*** EXERCISE MATERIALS ***

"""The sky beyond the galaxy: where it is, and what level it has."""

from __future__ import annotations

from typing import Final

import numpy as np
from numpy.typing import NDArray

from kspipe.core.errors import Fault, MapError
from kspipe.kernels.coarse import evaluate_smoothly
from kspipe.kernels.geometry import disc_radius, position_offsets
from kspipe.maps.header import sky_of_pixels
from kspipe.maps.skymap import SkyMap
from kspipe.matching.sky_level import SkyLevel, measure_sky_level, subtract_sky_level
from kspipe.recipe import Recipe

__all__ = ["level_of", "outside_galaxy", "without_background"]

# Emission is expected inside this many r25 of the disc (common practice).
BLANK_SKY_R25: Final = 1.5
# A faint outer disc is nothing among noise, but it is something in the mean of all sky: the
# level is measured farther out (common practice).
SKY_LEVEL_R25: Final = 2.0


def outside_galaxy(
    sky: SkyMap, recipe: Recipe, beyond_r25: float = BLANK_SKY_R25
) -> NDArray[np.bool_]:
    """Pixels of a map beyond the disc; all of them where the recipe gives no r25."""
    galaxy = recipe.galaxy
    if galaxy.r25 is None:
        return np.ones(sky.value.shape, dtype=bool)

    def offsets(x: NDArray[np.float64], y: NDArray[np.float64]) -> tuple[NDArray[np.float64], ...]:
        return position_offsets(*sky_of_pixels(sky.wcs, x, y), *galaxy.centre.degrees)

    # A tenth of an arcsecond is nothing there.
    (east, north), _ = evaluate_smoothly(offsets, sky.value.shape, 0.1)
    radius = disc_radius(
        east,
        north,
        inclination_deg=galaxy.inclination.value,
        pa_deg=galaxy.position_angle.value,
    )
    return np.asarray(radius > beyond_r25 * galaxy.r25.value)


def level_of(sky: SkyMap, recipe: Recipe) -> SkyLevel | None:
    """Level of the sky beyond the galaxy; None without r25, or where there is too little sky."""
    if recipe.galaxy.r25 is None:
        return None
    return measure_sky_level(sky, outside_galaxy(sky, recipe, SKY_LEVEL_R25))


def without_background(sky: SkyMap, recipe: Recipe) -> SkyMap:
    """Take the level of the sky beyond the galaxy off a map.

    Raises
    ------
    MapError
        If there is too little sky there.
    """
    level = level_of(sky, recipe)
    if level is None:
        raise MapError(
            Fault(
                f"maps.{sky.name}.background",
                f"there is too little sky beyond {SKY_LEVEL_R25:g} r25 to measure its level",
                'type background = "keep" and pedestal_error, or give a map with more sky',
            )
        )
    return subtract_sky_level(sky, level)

***
*** EXERCISE MATERIALS ***

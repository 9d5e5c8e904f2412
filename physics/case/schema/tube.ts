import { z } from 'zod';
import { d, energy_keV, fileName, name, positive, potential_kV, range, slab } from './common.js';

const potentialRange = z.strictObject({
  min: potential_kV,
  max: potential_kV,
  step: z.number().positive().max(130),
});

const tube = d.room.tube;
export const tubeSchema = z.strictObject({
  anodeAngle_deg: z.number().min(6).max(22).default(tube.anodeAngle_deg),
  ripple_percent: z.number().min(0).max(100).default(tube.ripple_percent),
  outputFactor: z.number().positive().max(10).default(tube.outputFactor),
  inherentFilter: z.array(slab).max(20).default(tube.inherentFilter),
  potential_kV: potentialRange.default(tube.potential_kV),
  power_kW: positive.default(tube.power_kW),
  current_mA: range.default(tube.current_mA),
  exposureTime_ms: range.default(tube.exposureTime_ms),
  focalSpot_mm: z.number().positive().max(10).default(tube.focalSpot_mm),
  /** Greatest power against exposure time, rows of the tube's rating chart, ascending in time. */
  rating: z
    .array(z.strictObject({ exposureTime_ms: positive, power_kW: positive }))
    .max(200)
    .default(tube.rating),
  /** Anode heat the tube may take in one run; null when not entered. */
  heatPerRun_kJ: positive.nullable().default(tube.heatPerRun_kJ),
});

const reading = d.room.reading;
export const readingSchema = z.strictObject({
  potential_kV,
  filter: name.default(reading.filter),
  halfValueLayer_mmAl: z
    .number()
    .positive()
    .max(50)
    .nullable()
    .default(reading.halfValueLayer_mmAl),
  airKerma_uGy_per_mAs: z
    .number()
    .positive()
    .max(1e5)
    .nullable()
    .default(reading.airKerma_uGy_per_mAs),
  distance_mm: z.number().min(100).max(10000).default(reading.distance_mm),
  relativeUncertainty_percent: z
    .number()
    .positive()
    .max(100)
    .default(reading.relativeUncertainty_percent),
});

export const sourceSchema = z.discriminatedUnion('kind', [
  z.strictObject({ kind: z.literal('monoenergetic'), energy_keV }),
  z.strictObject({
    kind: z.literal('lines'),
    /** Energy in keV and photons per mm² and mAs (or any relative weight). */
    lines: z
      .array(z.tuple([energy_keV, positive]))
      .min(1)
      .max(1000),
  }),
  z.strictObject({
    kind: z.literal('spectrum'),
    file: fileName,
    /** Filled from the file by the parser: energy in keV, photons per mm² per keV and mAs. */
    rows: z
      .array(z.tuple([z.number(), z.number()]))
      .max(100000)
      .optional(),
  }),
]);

***

* WHAT YOU WILL DO
Starting at the line that contains "level = level_of(sky, recipe)" and stopping after the line that contains "return subtract_sky_level(sky, level)", write out every line exactly as it appears above, and no other line.

* WORKED SOLUTION
    level = level_of(sky, recipe)
    if level is None:
        raise MapError(
            Fault(
                f"maps.{sky.name}.background",
                f"there is too little sky beyond {SKY_LEVEL_R25:g} r25 to measure its level",
                'type background = "keep" and pedestal_error, or give a map with more sky',
            )
        )
    return subtract_sky_level(sky, level)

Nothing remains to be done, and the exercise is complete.